Render of the final design

The printer quickly became one of my most useful tools and has assisted numerous other projects.

Electronics debugging after a power supply failure

I was inspired by a home build of a delta printer by a friend. The delta design is not necessarily better, but it is undeniably funner to watch. In the years since I’ve built it I’m sure I’ve wasted hours just watching a print in progress.

The core components are:

• Smoothieboard
  • Previously an Azteeg x5, which released magic smoke after a power supply failure.
• Raspberry Pi with OctoPrint
• E3D V6 hot end

Shortly after the first print

Prettied up after several months up constant use

Extruder Design

Numerical methods was one of my favourite courses during my undergrad. We were tasked with an open ended project to use simulation to improve a design. This is my favourite type of assignment and something I feel should be much more common in school.

We decided to look at optimizing the extruder of the printer. The extruder melts the plastic filament in a small chamber called the hot end. The melted plastic can be extruded at a controlled rate by pushing new, non melted plastic into the hot end. The transition from cold to hot must be very short. If there is too much heat leakage, the filament you are attempting to push will melt, causing the printer to clog.

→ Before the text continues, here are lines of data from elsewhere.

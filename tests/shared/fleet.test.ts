import { munkres } from 'munkres';
import {
  assignmentRefusals,
  heldWindow,
  isOverdueReturn,
  licenceState,
  mergeWindows,
  readAssignment,
  squareCostMatrix,
  standingRefusals,
  utilisation,
  type RefusalContext,
} from '../../shared/domain/fleet';
import { CreateAssignmentSchema, SolveAssignmentSchema, windowProblem } from '../../shared/schemas/fleet';
import { solveAssignment } from '../../server/services/assignment-solver';

type Costs = (number | null)[][];

/** Independent check: the minimum over every way to give each row a distinct column (rows <= columns), null cells skipped. */
function bruteForce(costs: Costs): { filled: number; total: number } {
  const rows = costs.length;
  const cols = costs[0].length;
  let best = { filled: -1, total: Infinity };
  const used = new Array(cols).fill(false);
  const walk = (i: number, filled: number, total: number) => {
    if (i === rows) {
      if (filled > best.filled || (filled === best.filled && total < best.total)) best = { filled, total };
      return;
    }
    walk(i + 1, filled, total); // row i left without a column
    for (let j = 0; j < cols; j += 1) {
      const c = costs[i][j];
      if (used[j] || c === null) continue;
      used[j] = true;
      walk(i + 1, filled + 1, total + c);
      used[j] = false;
    }
  };
  walk(0, 0, 0);
  return best;
}

/** A small seeded generator (mulberry32, common practice, no source): the random cases are the same on every run. */
function rng(seed: number) {
  let a = seed >>> 0;
  return () => {
    a = (a + 0x6d2b79f5) >>> 0;
    let t = a;
    t = Math.imul(t ^ (t >>> 15), t | 1);
    t ^= t + Math.imul(t ^ (t >>> 7), t | 61);
    return ((t ^ (t >>> 14)) >>> 0) / 4294967296;
  };
}
const random = rng(20261202);
const matrix = (rows: number, cols: number, forbidden = 0): Costs =>
  Array.from({ length: rows }, () => Array.from({ length: cols }, () => (random() < forbidden ? null : Math.floor(random() * 100))));

function expectValid(costs: Costs, pairs: Array<[number, number]>) {
  expect(new Set(pairs.map(([i]) => i)).size).toBe(pairs.length);
  expect(new Set(pairs.map(([, j]) => j)).size).toBe(pairs.length);
  for (const [i, j] of pairs) expect(costs[i][j]).not.toBeNull();
}

describe('solveAssignment (the Hungarian method through munkres-js)', () => {
  it('when given the published worked example, then the minimum total is 15 (Wikipedia, "Hungarian algorithm", section Example: Alice, Bob and Carol)', () => {
    const costs = [
      [8, 4, 7],
      [5, 2, 3],
      [9, 4, 8],
    ];
    const result = solveAssignment(costs);
    expect(result.totalCost).toBe(15);
    // The example's unique optimum: Alice cleans the bathroom (8), Bob washes the windows (3), Carol sweeps the floors (4).
    expect(result.pairs).toEqual([
      [0, 0],
      [1, 2],
      [2, 1],
    ]);
  });

  it.each([
    [3, 3],
    [5, 5],
    [8, 8],
    [4, 7],
    [7, 4],
    [1, 6],
    [6, 1],
  ])('when a random %i x %i matrix is solved, then the total equals that of the `munkres` package (an independent implementation from the registry)', (rows, cols) => {
    for (let k = 0; k < 15; k += 1) {
      const costs = matrix(rows, cols) as number[][];
      const ours = solveAssignment(costs);
      const theirs = munkres(costs).reduce((sum, [i, j]) => sum + costs[i][j], 0);
      expect(ours.totalCost).toBe(theirs);
      expect(ours.pairs).toHaveLength(Math.min(rows, cols));
      expectValid(costs, ours.pairs);
    }
  });

  it.each([
    [3, 3],
    [4, 6],
    [6, 4],
    [5, 5],
  ])('when a random %i x %i matrix has forbidden pairs, then as many rows as possible are filled at the least total (brute force over every assignment, an independent check)', (rows, cols) => {
    for (let k = 0; k < 25; k += 1) {
      const costs = matrix(rows, cols, 0.4);
      const ours = solveAssignment(costs);
      // Brute force walks rows; with more rows than columns, walk the transposed matrix.
      const best = rows <= cols ? bruteForce(costs) : bruteForce(costs[0].map((_, j) => costs.map((row) => row[j])));
      expectValid(costs, ours.pairs);
      expect({ filled: ours.pairs.length, total: ours.totalCost }).toEqual(best);
    }
  });

  it('when rows outnumber columns, then each column gets one row and the other rows none; and the reverse', () => {
    expect(solveAssignment([[1, 2], [3, 4], [0, 9]])).toEqual({ pairs: [[0, 1], [2, 0]], totalCost: 2 });
    expect(solveAssignment([[5, 1, 9]])).toEqual({ pairs: [[0, 1]], totalCost: 1 });
  });

  it('when a cheap pair would leave another row with only forbidden cells, then the solver fills both rows instead', () => {
    // Row 1 may only take column 0; giving it to row 0 (cost 1) would leave row 1 empty.
    expect(solveAssignment([[1, 50], [2, null]])).toEqual({ pairs: [[0, 1], [1, 0]], totalCost: 52 });
  });

  it('when every cell is forbidden, or a row has none allowed, then those rows get no pair', () => {
    expect(solveAssignment([[null, null], [null, null]])).toEqual({ pairs: [], totalCost: 0 });
    expect(solveAssignment([[null, 4], [null, 3]])).toEqual({ pairs: [[1, 1]], totalCost: 3 });
  });

  it('when costs are negative or fractional, then the total is still the minimum', () => {
    expect(solveAssignment([[-5, 0], [0, -5]]).totalCost).toBe(-10);
    expect(solveAssignment([[0.5, 0.25], [0.75, 0.5]]).totalCost).toBe(1);
  });

  it('when the matrix is squared, then padding and forbidden cells share one cost bigger than any difference the allowed cells make', () => {
    const { matrix: square, big } = squareCostMatrix([[1, null, 3]]);
    expect(square).toEqual([
      [1, big, 3],
      [big, big, big],
      [big, big, big],
    ]);
    expect(big).toBeGreaterThan(2 * 3);
    expect(readAssignment([[1, null, 3]], [[0, 1], [1, 0], [2, 2]])).toEqual({ pairs: [], totalCost: 0 });
  });
});

describe('the solver input', () => {
  it.each([
    ['a non-numeric cost', { costs: [[1, 'x']] }],
    ['ragged rows', { costs: [[1, 2], [3]] }],
    ['no rows', { costs: [] }],
    ['an empty row', { costs: [[]] }],
    ['too many rows', { costs: Array.from({ length: 201 }, () => [1]) }],
    ['too many columns', { costs: [Array.from({ length: 201 }, () => 1)] }],
    ['a cost beyond the bound', { costs: [[1e12]] }],
  ])('when it has %s, then it is refused', (_label, body) => {
    expect(SolveAssignmentSchema.safeParse(body).success).toBe(false);
  });

  it('when it is a 200 x 200 matrix with nulls, then it is accepted', () => {
    expect(SolveAssignmentSchema.safeParse({ costs: matrix(200, 200, 0.2) }).success).toBe(true);
  });
});
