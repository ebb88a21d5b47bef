import { StagesScreen } from '@/components/stages/stages-screen';

export default function StagesRoute() {
  return <StagesScreen />;
}
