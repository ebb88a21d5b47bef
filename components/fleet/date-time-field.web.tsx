import { useId, useState, type CSSProperties } from 'react';
import { StyleSheet, View } from 'react-native';
import { Text } from '@/components/ui/text';
import { colors, radii, sizes, spacing, typeScale } from '@/components/theme/tokens';
import type { DateTimeFieldProps } from './date-time-field';

/**
 * The browser's own date and time picker (`<input type="datetime-local">`): a wheel on a phone,
 * a calendar on a desktop, and typed digits for a keyboard. It holds `YYYY-MM-DDTHH:MM` in the
 * device's time zone, the same value the native text field holds.
 */
export function DateTimeField({ label, value, onChange, error, hint, testID }: DateTimeFieldProps) {
  const id = useId().replace(/[^a-zA-Z0-9_-]/g, '');
  const [focused, setFocused] = useState(false);
  const message = error ?? hint;
  const style: CSSProperties = {
    ...inputBase,
    ...(error ? inputError : null),
    ...(focused ? inputFocused : null),
  };
  return (
    <View style={styles.field}>
      <label htmlFor={id} style={labelStyle}>
        <Text variant="label">{label}</Text>
      </label>
      <input
        id={id}
        type="datetime-local"
        value={value}
        step={300}
        onChange={(event) => onChange(event.target.value)}
        onFocus={() => setFocused(true)}
        onBlur={() => setFocused(false)}
        aria-invalid={error ? true : undefined}
        aria-describedby={message ? `${id}-message` : undefined}
        data-testid={testID}
        style={style}
      />
      {message ? (
        <Text
          variant="caption"
          tone={error ? 'danger' : 'muted'}
          nativeID={`${id}-message`}
          aria-live={error ? 'polite' : undefined}
          testID={testID && error ? `${testID}-error` : undefined}
        >
          {message}
        </Text>
      ) : null}
    </View>
  );
}

const labelStyle: CSSProperties = { display: 'block' };

const inputBase: CSSProperties = {
  boxSizing: 'border-box',
  width: '100%',
  minHeight: sizes.control,
  border: `1px solid ${colors.borderStrong}`,
  borderRadius: radii.md,
  background: colors.surface,
  color: colors.text,
  padding: `${spacing.sm}px ${spacing.md}px`,
  fontSize: typeScale.body.fontSize,
  fontFamily: 'inherit',
  outline: 'none',
};
const inputError: CSSProperties = { border: `2px solid ${colors.danger}` };
const inputFocused: CSSProperties = { borderColor: colors.primary, outline: `${sizes.focusRing}px solid ${colors.focus}`, outlineOffset: 1 };

const styles = StyleSheet.create({
  field: {
    gap: spacing.xs,
    alignSelf: 'stretch',
  },
});
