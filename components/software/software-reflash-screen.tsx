import { useRouter } from 'expo-router';
import { useEffect, useMemo, useState } from 'react';
import { FlatList, StyleSheet, View } from 'react-native';
import { addDays, dayKey, parseDay } from '@/components/fleet/fleet-time';
import { Button } from '@/components/ui/button';
import { Card } from '@/components/ui/card';
import { Chip } from '@/components/ui/chip';
import { LinkPressable } from '@/components/ui/link-pressable';
import { Select } from '@/components/ui/select';
import { EmptyState, ErrorState, LoadingState, Notice } from '@/components/ui/states';
import { Text } from '@/components/ui/text';
import { colors, radii, sizes, spacing } from '@/components/theme/tokens';
import { errorMessage, isApiError } from '@/hooks/api/api-client';
import { downloadWithToken } from '@/hooks/api/download';
import { reflashCsvPath, useReflashDoneMutation, useReflashQuery, type ReflashFilters } from '@/hooks/queries/software';
import { useStagesQuery } from '@/hooks/queries/stages';
import { useValidationTestsQuery } from '@/hooks/queries/validation';
import { useBreakpoints } from '@/hooks/use-breakpoints';
import { useSession } from '@/hooks/use-session';
import { ASSIGNMENT_PURPOSE_LABELS, type AssignmentPurpose } from '@/shared/schemas/fleet';
import type { PlannedUse, ReflashEntry } from '@/shared/schemas/software';
import { DayField } from '@/components/ui/date-field';
import { FlashForm, type FlashValues } from './flash-form';
import { SoftwareHeader } from './software-header';
import { formatDateTime, formatDay, softwareCan } from './software-words';
import { StatusTag } from './status-tag';

const ALL = 'all';

/** The filter as it stands in the address: `?stageId=&before=YYYY-MM-DD&testId=`. */
export type ReflashParams = { stageId?: string; before?: string; testId?: string };

const QUICK_DAYS: ReadonlyArray<{ label: string; days: number }> = [
  { label: 'Today', days: 0 },
  { label: 'In 3 days', days: 3 },
  { label: 'In a week', days: 7 },
  { label: 'In 2 weeks', days: 14 },
];

/** "booked drive (durability route)", "campaign “Humid soak”", ... */
function planWords(use: PlannedUse): string {
  switch (use.kind) {
    case 'drive':
      return use.name === 'other'
        ? 'booked drive'
        : `booked drive (${(ASSIGNMENT_PURPOSE_LABELS[use.name as AssignmentPurpose] ?? use.name).toLowerCase()})`;
    case 'campaign':
      return `campaign “${use.name}”`;
    case 'test':
      return `validation test “${use.name}”`;
    case 'gate':
      return `gate review of ${use.name}`;
  }
}

/** The line that says by when an entry is needed, and for what. */
export function neededText(use: PlannedUse | null): string {
  if (!use) return 'No planned use booked.';
  const what = planWords(use);
  if (use.underWay) return `Needed now: the ${what} is under way.`;
  if (!use.at) return `Needed for the ${what}; no date set yet.`;
  const when = use.kind === 'drive' || use.kind === 'campaign' ? formatDateTime(use.at) : formatDay(use.at);
  return `Needed by ${when} for the ${what}.`;
}

/** Which ECUs must be flashed, with what, before a chosen day or test; marking one done records the flash. */
export function SoftwareReflashScreen({ params }: { params: ReflashParams }) {
  const router = useRouter();
  const { user, currentProgramId, currentProgram } = useSession();
  const { isWide } = useBreakpoints();
  const stageId = params.stageId || undefined;
  const before = parseDay(params.before) ? params.before : undefined;
  const testId = params.testId || undefined;
  const [exporting, setExporting] = useState(false);
  const [notice, setNotice] = useState<{ tone: 'success' | 'danger'; message: string } | null>(null);
  const [flashing, setFlashing] = useState<string | null>(null);
  const [filtersOpen, setFiltersOpen] = useState(false);
  const stages = useStagesQuery(currentProgramId);
  const filters: ReflashFilters | null = currentProgramId ? { programId: currentProgramId, stageId, before, testId } : null;
  const list = useReflashQuery(filters);
  const done = useReflashDoneMutation();
  const canFlash = softwareCan.recordFlash(user?.role);

  const setFilter = (change: Partial<ReflashParams>) => {
    setNotice(null);
    setFlashing(null);
    router.setParams(change);
  };

  const exportCsv = async () => {
    if (!filters) return;
    setExporting(true);
    setNotice(null);
    try {
      const name = await downloadWithToken(reflashCsvPath(filters), `reflash-${currentProgram?.code ?? 'program'}.csv`);
      setNotice({ tone: 'success', message: `Saved ${name}.` });
    } catch (error) {
      setNotice({ tone: 'danger', message: errorMessage(error) });
    } finally {
      setExporting(false);
    }
  };

  const markDone = async (entry: ReflashEntry, values: FlashValues) => {
    if (!entry.flashTo) return;
    setNotice(null);
    try {
      await done.mutateAsync({
        assetId: entry.assetId,
        ecuId: entry.ecuId,
        version: entry.flashTo,
        recordVersion: entry.recordVersion ?? undefined,
        softwareNumber: values.softwareNumber,
        hardwareNumber: values.hardwareNumber,
        ecuSerial: values.ecuSerial,
        flashedAt: values.flashedAt,
        note: values.note,
      });
      setFlashing(null);
      setNotice({ tone: 'success', message: `Recorded: ${entry.ecuCode} on ${entry.tag} flashed to ${entry.flashTo}.` });
    } catch (error) {
      if (isApiError(error) && error.status === 409) {
        setFlashing(null);
        setNotice({ tone: 'danger', message: `${errorMessage(error)} The list is refreshed: check the entry and record again if it is still needed.` });
        return;
      }
      throw error;
    }
  };

  const data = list.data;
  const summary = data
    ? `${data.items.length} ECU${data.items.length === 1 ? '' : 's'} to flash on ${data.assets} asset${data.assets === 1 ? '' : 's'}${
        data.test ? ` allocated to “${data.test.name}”` : ''
      }${data.before ? ` needed by the end of ${formatDay(`${data.before}T12:00:00`)}` : ''}.`
    : '';

  const chosenTest = useValidationTestsQuery(currentProgramId).data?.find((t) => t.id === testId) ?? null;
  const stageName = stages.data?.find((s) => s.id === stageId)?.name ?? null;
  const filterWords = [
    stageName ?? 'All stages',
    before ? `needed by ${formatDay(`${before}T12:00:00`)}` : 'any day',
    testId ? `before “${chosenTest?.name ?? data?.test?.name ?? 'the chosen test'}”` : 'any test',
  ].join(' · ');
  const showFilters = isWide || filtersOpen;
  const unlisted = useMemo(() => new Set((data?.stagesWithoutBaseline ?? []).map((s) => s.id)), [data]);

  const header = (
    <View style={styles.gap}>
      <SoftwareHeader place="reflash" title="Reflash list" />
      <Text tone="muted">
        ECUs off their stage’s released baseline, with the version to flash. Choose a day or a validation test to see only what must be
        flashed before it.
      </Text>
      {!isWide ? (
        <View style={styles.line}>
          <Text style={styles.flex} testID="reflash-filter-summary">
            {filterWords}
          </Text>
          <Button
            label={filtersOpen ? 'Hide filters' : 'Filters'}
            variant="secondary"
            compact
            onPress={() => setFiltersOpen((v) => !v)}
            accessibilityHint="Shows the stage, day and test to filter by"
            testID="reflash-filters-toggle"
          />
        </View>
      ) : null}
      {showFilters ? (
        <View style={styles.gap} testID="reflash-filters">
          <View style={[styles.filters, isWide && styles.filtersWide]}>
            <View style={isWide ? styles.filterColumn : undefined}>
              <Select
                label="Stage"
                value={stageId ?? ALL}
                onChange={(value) => setFilter({ stageId: value === ALL ? undefined : value })}
                options={[{ value: ALL, label: 'All stages' }, ...(stages.data ?? []).filter((s) => !s.retired).map((s) => ({ value: s.id, label: s.name }))]}
                testID="reflash-stage"
              />
            </View>
            <View style={isWide ? styles.filterColumn : undefined}>
              <BeforeDayFilter value={before} onChange={(value) => setFilter({ before: value })} />
            </View>
          </View>
          <TestFilter
            programId={currentProgramId}
            stageId={stageId}
            testId={testId}
            unlisted={unlisted}
            onChange={(value) => setFilter({ testId: value })}
          />
        </View>
      ) : null}
      <View style={styles.actions}>
        <Button
          label="Export CSV"
          icon="download"
          variant="secondary"
          compact
          loading={exporting}
          onPress={() => void exportCsv()}
          accessibilityHint="Downloads the reflash list with the filters chosen here"
          testID="reflash-export"
        />
      </View>
      {notice ? <Notice tone={notice.tone} message={notice.message} testID="reflash-notice" /> : null}
      {data ? (
        <Text variant="bodyStrong" testID="reflash-total" aria-live="polite">
          {summary}
        </Text>
      ) : null}
      {data?.stagesWithoutBaseline.length ? (
        <Notice
          tone="warning"
          message={`No released baseline for ${data.stagesWithoutBaseline.map((s) => s.name).join(', ')}: nothing on ${
            data.stagesWithoutBaseline.length === 1 ? 'it' : 'them'
          } can be listed.`}
        />
      ) : null}
      {list.isPending && filters ? <LoadingState label="Loading the reflash list…" /> : null}
      {list.isError ? <ErrorState message={errorMessage(list.error)} onRetry={() => void list.refetch()} retrying={list.isFetching} /> : null}
    </View>
  );

  const filtered = Boolean(before || testId || stageId);
  return (
    <View style={styles.fill} testID="software-reflash-screen">
      <FlatList
        testID="reflash-list"
        style={styles.fill}
        data={data?.items ?? []}
        keyExtractor={(entry) => `${entry.assetId}-${entry.ecuId}`}
        ListHeaderComponent={header}
        ListEmptyComponent={
          data ? (
            <EmptyState
              title="Nothing to flash"
              message={filtered ? 'No ECU off its baseline on the assets this filter keeps.' : 'Every ECU is on its baseline.'}
              testID="reflash-empty"
            />
          ) : null
        }
        keyboardShouldPersistTaps="handled"
        contentContainerStyle={[styles.content, isWide ? styles.contentWide : styles.contentPhone]}
        renderItem={({ item }) => {
          const key = `${item.assetId}-${item.ecuId}`;
          return (
            <ReflashCard
              entry={item}
              wide={isWide}
              canFlash={canFlash}
              open={flashing === key}
              onOpen={() => {
                setNotice(null);
                setFlashing(key);
              }}
              onClose={() => setFlashing(null)}
              onDone={(values) => markDone(item, values)}
            />
          );
        }}
      />
    </View>
  );
}
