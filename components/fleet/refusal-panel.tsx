import { StyleSheet, View } from 'react-native';
import { Checkbox } from '@/components/ui/checkbox';
import { Icon } from '@/components/ui/icon';
import { Text } from '@/components/ui/text';
import { TextField } from '@/components/ui/text-field';
import { colors, radii, sizes, spacing } from '@/components/theme/tokens';
import { FLEET_ERROR_SENTENCES } from '@/shared/api/fleet-paths';
import type { RefusalReason } from '@/shared/schemas/fleet';
import { REFUSAL_TITLES } from './fleet-words';

/** The shared schema's own bound and words for a level override's reason. */
export const MIN_OVERRIDE_REASON = 5;
export const OVERRIDE_REASON_MESSAGE = 'Say in a few words why the driver may take this vehicle below its stage’s level.';

export type OverrideState = { on: boolean; reason: string };

/** True when a coordinator or lead may book anyway: every reason that stands is the level rule. */
export const overrideAllowed = (reasons: readonly RefusalReason[]) => reasons.length > 0 && reasons.every((r) => r.overridable);

/**
 * Every reason a booking was refused, each in words. The level rule may be overridden by a
 * coordinator or lead with a written reason once it is the only one left; the safety rule (a
 * vehicle that is not cleared) never may, and the panel says so.
 */
export function RefusalPanel({
  reasons,
  canOverride,
  override,
  onOverrideChange,
  reasonError,
  testID = 'book-refusal',
}: {
  reasons: readonly RefusalReason[];
  /** The person is a coordinator or lead. */
  canOverride: boolean;
  override: OverrideState;
  onOverrideChange: (next: OverrideState) => void;
  reasonError?: string;
  testID?: string;
}) {
  const safety = reasons.some((r) => r.code === 'vehicle-not-cleared');
  const hasOverridable = reasons.some((r) => r.overridable);
  const mayOverride = canOverride && overrideAllowed(reasons);
  const count = reasons.length;

  return (
    <View style={styles.panel} accessibilityRole="alert" testID={`${testID}-panel`}>
      <View style={styles.head}>
        <Icon name="warning" size={sizes.iconSm} color={colors.danger} />
        <Text variant="bodyStrong" tone="danger" style={styles.flex}>
          {FLEET_ERROR_SENTENCES['assignment/refused']} {count === 1 ? '1 reason.' : `${count} reasons.`}
        </Text>
      </View>
      <View role="list" testID={testID} style={styles.list}>
        {reasons.map((reason, index) => (
          <View key={`${reason.code}-${index}`} role="listitem" style={styles.item} testID={`${testID}-${reason.code}`}>
            <Text variant="label">
              {index + 1}. {REFUSAL_TITLES[reason.code] ?? 'Refused'}
            </Text>
            <Text>{reason.message}</Text>
            {reason.code === 'vehicle-not-cleared' ? (
              <Text variant="caption" tone="danger" weight="medium" testID={`${testID}-safety-note`}>
                The safety rule is never overridden: do not take this vehicle until its safety findings are resolved.
              </Text>
            ) : reason.overridable ? (
              <Text variant="caption" tone="muted">
                A coordinator or lead may override this rule with a written reason.
              </Text>
            ) : null}
          </View>
        ))}
      </View>
      {hasOverridable && !mayOverride ? (
        <Text variant="caption" tone="muted" testID={`${testID}-no-override`}>
          {!canOverride
            ? 'Only a coordinator or lead can override the level rule.'
            : safety
              ? 'The level rule cannot be overridden while the vehicle is not cleared.'
              : 'The level rule can be overridden only once the other reasons are resolved.'}
        </Text>
      ) : null}
      {mayOverride ? (
        <View style={styles.override}>
          <Checkbox
            label="Override the level rule"
            description="Kept on the assignment and in its history."
            checked={override.on}
            onChange={(on) => onOverrideChange({ ...override, on })}
            testID="book-override"
          />
          {override.on ? (
            <TextField
              label="Why may this driver take it?"
              value={override.reason}
              onChangeText={(reason) => onOverrideChange({ ...override, reason })}
              placeholder="For example: accompanied by a level 3 instructor"
              multiline
              error={reasonError}
              hint="A few words; the override is kept in the history."
              testID="book-override-reason"
            />
          ) : null}
        </View>
      ) : null}
    </View>
  );
}

const styles = StyleSheet.create({
  panel: {
    gap: spacing.md,
    padding: spacing.md,
    borderRadius: radii.md,
    borderWidth: 1,
    borderColor: colors.danger,
    backgroundColor: colors.dangerTint,
  },
  head: {
    flexDirection: 'row',
    gap: spacing.sm,
    alignItems: 'flex-start',
  },
  flex: {
    flex: 1,
  },
  list: {
    gap: spacing.sm,
  },
  item: {
    gap: spacing.xxs,
    padding: spacing.sm,
    borderRadius: radii.sm,
    backgroundColor: colors.surface,
  },
  override: {
    gap: spacing.sm,
    padding: spacing.sm,
    borderRadius: radii.sm,
    backgroundColor: colors.surface,
  },
});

The extruder design was based on the E3D V6

Looking at the model above, we can see how E3D approached the problem: A very narrow heat break to reduce conduction and then large heat sinks to quickly dispel any heat. The heat break should be constructed of a relatively insulating material. Of all the metals stanless steel would be the best choice due to the availability, durability (so the walls can be thin), and relatively low thermal conductivity. A high temperature plastic could also be considered, but that was out of the scope of the project. The project instead chose to focus on the heat sink itself. A few variations are presented below. The simulations were preformed in Ansys.

Ansys simulation results

As would be expected, the larger fins provide the best results. I machined the best perfoming model and we presented the “real world” results versus the standard E3D hot end with the help of some thermocouples. The results closely matched the simulations.